**Your assignment**
Begin at the top of the records and copy each line exactly. The line containing "and waypoints; CF" is the last one to include.

**Material provided**
=======

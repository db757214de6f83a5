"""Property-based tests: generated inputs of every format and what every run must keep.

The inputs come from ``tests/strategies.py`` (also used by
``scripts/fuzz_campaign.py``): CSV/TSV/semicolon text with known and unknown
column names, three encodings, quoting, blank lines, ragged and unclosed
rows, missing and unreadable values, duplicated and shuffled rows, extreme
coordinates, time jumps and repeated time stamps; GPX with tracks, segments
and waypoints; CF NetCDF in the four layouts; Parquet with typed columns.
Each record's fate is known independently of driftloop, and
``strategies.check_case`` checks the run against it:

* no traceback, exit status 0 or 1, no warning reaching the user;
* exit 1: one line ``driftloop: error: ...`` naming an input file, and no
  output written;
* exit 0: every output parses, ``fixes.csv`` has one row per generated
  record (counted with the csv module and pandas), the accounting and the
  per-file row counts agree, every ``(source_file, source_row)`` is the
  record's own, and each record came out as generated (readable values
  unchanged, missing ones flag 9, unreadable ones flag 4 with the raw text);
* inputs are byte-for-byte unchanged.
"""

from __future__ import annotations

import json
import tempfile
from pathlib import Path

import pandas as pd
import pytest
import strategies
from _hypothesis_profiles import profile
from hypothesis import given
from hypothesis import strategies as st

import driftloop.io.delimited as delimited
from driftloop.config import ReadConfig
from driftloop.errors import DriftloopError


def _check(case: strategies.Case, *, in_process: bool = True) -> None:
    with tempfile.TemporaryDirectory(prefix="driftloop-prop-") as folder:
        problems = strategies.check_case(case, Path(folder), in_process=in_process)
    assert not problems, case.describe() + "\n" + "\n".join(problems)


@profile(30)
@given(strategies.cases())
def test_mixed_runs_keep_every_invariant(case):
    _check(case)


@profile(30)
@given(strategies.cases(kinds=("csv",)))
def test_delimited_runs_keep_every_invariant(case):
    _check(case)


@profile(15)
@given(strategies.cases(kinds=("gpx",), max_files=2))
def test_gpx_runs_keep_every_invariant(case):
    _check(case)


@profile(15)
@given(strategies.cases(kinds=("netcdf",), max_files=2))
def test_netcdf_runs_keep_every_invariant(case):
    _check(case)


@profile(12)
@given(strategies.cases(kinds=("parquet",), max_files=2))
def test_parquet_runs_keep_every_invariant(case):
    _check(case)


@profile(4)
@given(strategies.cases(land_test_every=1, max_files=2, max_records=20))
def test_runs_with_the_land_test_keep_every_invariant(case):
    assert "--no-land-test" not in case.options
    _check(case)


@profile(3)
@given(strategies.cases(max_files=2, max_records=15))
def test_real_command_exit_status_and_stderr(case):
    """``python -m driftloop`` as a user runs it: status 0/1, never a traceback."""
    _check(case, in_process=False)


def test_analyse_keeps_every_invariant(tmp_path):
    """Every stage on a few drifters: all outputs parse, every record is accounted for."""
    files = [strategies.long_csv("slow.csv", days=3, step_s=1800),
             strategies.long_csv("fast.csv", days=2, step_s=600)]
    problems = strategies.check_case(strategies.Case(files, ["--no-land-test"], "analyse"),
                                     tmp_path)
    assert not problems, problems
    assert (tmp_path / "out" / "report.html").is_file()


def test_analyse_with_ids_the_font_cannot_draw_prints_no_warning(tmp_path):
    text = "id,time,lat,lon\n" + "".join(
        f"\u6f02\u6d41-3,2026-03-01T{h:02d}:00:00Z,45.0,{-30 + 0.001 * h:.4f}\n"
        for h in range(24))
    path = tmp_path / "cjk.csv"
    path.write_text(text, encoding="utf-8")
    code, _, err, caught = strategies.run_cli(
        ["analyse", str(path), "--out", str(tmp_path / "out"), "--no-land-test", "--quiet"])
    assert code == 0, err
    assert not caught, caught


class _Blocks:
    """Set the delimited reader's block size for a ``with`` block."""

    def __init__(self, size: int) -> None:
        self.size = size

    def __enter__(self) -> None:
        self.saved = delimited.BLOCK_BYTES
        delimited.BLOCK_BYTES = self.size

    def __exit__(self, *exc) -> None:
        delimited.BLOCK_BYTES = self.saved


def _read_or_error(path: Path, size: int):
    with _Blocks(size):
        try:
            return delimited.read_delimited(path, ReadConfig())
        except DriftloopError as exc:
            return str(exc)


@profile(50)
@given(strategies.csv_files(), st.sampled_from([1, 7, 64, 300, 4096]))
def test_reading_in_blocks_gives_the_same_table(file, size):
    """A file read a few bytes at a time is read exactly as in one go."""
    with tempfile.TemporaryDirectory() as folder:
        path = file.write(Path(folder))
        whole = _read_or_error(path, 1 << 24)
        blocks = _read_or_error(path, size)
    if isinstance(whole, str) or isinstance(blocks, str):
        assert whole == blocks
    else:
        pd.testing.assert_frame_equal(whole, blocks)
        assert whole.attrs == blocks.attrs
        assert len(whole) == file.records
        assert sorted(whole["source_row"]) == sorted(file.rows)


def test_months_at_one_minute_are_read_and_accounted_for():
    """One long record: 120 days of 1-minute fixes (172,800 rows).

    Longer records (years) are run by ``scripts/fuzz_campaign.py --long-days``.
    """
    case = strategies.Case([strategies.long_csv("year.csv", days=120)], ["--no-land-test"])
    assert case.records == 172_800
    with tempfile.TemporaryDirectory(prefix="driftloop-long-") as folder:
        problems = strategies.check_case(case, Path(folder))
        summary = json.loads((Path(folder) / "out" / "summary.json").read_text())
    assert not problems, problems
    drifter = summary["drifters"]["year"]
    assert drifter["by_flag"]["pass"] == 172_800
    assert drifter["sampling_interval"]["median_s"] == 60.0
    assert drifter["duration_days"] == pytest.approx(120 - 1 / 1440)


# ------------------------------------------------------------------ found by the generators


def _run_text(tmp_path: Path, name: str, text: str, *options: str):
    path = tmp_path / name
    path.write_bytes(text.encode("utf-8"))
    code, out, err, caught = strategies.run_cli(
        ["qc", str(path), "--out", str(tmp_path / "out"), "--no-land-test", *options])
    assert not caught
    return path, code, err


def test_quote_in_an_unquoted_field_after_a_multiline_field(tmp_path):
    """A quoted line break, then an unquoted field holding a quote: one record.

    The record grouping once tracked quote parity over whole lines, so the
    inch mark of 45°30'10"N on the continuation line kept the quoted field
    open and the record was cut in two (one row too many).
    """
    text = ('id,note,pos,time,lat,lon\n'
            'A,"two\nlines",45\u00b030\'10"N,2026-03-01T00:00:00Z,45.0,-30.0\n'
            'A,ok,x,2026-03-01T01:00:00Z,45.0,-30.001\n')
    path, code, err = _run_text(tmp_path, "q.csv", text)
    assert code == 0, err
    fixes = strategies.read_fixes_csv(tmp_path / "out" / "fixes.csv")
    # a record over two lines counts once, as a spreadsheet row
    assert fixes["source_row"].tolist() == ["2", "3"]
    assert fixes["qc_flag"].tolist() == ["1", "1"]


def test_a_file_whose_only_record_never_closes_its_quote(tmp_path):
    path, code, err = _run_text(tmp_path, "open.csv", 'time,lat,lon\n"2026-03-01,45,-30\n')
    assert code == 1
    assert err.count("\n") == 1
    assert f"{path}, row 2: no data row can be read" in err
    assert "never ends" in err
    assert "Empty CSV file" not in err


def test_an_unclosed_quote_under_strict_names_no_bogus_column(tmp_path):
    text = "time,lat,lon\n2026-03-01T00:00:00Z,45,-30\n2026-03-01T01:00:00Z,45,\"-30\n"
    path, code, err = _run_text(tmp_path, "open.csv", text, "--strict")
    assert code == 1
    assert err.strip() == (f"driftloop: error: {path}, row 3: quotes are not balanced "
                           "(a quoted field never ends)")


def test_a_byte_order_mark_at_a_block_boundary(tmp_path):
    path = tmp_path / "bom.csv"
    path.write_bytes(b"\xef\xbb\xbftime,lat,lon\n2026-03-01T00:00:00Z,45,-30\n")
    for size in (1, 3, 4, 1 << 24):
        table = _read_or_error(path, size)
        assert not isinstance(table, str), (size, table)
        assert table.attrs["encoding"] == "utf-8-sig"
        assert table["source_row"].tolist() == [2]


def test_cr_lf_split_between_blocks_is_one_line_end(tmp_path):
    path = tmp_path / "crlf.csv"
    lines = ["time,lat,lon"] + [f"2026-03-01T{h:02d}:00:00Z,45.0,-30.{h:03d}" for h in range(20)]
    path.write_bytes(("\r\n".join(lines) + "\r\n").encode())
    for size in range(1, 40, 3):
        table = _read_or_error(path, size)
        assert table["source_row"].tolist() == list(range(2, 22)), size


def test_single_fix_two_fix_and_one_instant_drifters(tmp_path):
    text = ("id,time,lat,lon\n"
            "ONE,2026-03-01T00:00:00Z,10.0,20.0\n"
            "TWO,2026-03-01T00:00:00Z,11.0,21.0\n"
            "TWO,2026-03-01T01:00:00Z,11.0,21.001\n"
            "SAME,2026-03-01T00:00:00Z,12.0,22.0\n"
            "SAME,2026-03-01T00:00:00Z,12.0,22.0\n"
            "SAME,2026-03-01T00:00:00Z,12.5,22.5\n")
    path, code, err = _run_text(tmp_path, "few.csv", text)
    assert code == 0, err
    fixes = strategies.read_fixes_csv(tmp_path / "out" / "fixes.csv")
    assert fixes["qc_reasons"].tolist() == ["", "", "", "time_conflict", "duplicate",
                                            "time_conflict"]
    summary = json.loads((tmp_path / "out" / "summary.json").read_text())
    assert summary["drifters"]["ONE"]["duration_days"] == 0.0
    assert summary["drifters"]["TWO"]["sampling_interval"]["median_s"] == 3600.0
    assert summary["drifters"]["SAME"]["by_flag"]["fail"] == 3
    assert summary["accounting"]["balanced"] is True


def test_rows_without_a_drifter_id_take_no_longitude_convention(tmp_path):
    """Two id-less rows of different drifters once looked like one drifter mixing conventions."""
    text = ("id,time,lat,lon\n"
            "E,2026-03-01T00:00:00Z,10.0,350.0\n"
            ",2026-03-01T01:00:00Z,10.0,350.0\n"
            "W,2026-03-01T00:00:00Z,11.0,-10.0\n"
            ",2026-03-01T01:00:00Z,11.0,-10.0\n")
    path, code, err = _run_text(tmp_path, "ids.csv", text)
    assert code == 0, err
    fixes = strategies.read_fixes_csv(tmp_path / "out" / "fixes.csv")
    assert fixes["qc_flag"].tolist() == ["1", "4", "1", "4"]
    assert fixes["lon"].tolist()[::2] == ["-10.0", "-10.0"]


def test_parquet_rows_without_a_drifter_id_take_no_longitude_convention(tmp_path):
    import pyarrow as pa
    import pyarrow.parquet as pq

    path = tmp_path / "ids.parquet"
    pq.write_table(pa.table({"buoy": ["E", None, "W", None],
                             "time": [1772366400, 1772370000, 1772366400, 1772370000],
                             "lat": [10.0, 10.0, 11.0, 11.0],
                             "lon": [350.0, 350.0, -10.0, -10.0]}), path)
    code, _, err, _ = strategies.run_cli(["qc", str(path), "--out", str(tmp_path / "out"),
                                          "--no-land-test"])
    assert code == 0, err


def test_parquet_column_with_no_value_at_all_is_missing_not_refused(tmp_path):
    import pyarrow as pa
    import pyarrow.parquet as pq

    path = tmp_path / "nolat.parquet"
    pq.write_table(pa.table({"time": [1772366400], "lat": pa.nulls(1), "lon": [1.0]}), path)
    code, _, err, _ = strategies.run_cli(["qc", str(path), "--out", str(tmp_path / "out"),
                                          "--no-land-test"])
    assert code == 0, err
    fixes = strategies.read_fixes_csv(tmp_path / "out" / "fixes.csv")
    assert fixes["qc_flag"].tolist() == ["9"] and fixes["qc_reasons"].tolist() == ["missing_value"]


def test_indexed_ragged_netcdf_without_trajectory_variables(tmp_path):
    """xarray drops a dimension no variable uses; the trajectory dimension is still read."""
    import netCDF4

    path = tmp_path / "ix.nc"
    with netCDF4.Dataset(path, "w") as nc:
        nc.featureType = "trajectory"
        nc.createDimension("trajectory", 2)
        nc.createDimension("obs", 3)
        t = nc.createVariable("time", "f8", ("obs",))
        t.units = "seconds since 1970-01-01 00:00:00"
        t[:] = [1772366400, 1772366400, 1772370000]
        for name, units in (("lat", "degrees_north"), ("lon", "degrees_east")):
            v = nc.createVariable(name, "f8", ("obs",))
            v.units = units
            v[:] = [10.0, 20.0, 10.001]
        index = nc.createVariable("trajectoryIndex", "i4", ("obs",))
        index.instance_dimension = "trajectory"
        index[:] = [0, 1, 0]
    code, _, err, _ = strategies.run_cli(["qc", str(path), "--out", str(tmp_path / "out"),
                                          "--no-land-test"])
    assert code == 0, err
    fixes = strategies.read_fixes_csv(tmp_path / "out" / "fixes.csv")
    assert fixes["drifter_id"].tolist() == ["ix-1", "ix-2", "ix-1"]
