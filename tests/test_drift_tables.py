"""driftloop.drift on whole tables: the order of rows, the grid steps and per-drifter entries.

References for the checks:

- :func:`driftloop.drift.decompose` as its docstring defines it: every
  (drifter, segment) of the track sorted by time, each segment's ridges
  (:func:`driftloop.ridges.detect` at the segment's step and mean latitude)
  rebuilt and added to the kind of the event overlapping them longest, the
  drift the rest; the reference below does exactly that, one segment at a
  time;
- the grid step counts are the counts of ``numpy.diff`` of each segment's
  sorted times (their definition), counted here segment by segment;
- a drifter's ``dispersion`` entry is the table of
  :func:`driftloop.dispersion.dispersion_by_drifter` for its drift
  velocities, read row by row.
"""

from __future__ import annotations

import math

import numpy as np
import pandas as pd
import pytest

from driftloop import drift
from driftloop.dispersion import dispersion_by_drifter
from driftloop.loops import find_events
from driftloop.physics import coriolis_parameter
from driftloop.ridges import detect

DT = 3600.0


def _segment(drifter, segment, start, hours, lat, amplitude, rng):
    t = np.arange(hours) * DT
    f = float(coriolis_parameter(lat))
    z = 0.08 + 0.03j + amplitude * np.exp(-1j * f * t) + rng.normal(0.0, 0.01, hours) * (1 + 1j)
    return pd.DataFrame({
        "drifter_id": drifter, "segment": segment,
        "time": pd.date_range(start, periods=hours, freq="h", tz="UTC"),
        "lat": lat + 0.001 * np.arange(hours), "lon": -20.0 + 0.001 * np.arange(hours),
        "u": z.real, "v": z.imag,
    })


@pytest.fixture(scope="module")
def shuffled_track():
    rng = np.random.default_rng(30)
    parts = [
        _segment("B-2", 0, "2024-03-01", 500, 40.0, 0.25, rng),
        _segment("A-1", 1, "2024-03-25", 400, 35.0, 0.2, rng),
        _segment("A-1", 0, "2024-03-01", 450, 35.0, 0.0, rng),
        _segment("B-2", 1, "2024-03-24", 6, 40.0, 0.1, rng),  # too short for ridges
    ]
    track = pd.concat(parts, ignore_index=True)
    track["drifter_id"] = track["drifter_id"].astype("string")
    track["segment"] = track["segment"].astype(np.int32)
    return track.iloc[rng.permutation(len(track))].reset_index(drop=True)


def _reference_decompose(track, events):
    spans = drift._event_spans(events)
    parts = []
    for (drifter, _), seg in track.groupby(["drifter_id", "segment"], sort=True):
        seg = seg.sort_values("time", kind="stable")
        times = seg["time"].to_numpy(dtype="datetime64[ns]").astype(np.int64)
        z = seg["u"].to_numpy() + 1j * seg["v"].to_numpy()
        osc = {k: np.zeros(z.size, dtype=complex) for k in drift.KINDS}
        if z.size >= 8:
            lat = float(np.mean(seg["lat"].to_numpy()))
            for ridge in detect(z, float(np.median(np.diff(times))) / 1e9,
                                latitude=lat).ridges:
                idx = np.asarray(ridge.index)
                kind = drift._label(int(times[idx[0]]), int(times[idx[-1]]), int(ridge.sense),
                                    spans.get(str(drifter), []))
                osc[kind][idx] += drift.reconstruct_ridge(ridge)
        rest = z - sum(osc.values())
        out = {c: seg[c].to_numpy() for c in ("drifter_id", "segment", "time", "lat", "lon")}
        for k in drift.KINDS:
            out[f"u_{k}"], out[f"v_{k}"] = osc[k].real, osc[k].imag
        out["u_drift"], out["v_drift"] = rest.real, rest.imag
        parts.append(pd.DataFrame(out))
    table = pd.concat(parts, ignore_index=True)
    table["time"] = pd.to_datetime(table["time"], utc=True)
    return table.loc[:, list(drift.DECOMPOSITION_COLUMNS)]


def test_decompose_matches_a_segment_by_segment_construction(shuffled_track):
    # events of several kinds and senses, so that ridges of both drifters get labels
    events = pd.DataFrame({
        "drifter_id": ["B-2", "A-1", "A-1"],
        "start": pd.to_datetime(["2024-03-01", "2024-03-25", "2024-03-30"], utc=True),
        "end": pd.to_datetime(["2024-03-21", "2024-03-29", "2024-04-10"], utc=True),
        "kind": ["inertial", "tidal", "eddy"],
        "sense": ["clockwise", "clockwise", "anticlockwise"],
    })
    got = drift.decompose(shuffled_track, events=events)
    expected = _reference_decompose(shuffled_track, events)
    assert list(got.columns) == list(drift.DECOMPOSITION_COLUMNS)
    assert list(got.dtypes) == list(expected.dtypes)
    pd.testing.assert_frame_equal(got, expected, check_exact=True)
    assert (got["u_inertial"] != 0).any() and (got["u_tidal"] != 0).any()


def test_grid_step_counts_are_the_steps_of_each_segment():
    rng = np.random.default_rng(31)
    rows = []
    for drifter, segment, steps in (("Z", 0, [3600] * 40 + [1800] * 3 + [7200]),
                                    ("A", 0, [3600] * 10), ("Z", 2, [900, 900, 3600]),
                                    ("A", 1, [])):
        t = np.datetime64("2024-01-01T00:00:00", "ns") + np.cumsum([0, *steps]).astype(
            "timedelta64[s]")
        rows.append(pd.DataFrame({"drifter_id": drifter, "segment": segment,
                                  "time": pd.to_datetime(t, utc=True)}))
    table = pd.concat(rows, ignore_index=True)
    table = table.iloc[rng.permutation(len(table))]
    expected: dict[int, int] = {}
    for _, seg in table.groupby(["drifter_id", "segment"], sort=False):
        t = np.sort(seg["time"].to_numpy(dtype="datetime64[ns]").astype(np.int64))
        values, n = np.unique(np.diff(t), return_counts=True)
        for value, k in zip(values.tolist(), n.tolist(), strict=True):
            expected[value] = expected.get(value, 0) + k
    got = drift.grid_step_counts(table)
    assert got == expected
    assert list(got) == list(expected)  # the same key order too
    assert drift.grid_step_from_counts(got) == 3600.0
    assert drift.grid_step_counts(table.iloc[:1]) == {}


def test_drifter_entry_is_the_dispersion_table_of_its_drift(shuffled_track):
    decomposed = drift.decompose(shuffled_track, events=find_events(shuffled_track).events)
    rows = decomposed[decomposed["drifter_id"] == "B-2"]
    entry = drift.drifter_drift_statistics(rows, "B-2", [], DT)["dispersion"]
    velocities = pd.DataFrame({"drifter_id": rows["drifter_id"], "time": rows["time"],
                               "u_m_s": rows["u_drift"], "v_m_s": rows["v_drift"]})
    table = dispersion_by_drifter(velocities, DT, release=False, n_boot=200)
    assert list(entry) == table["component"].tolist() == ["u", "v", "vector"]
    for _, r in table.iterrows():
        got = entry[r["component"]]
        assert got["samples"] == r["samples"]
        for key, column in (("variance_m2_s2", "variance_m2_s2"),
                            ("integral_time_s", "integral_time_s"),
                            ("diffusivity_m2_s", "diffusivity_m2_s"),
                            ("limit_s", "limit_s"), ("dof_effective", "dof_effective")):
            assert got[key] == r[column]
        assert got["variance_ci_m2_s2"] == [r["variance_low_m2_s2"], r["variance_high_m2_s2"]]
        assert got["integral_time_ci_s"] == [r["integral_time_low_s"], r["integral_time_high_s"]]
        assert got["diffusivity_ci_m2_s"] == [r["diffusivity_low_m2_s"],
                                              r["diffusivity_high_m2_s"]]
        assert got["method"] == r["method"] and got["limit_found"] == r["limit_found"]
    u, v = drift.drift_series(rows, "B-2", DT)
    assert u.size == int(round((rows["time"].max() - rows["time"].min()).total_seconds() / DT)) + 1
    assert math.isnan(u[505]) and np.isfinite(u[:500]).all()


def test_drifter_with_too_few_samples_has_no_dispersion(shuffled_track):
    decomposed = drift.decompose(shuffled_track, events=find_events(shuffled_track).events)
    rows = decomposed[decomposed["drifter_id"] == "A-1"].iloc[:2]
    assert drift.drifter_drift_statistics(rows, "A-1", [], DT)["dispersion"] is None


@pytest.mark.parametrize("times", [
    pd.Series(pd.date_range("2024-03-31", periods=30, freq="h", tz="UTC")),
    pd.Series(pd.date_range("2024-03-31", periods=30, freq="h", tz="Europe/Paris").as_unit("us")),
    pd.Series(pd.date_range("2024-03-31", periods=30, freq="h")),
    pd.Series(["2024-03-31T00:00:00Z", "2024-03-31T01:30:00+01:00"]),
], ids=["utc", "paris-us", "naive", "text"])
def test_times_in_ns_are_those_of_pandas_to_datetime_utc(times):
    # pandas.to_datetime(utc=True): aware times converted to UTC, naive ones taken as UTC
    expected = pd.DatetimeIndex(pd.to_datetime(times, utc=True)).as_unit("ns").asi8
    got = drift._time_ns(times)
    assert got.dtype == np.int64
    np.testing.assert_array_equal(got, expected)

=======

**Output of the exercise**
repository db757214de6f83a5
"""Property-based tests: generated inputs of every format and what every run must keep.

The inputs come from ``tests/strategies.py`` (also used by
``scripts/fuzz_campaign.py``): CSV/TSV/semicolon text with known and unknown
column names, three encodings, quoting, blank lines, ragged and unclosed
rows, missing and unreadable values, duplicated and shuffled rows, extreme
coordinates, time jumps and repeated time stamps; GPX with tracks, segments
and waypoints; CF NetCDF in the four layouts; Parquet with typed columns.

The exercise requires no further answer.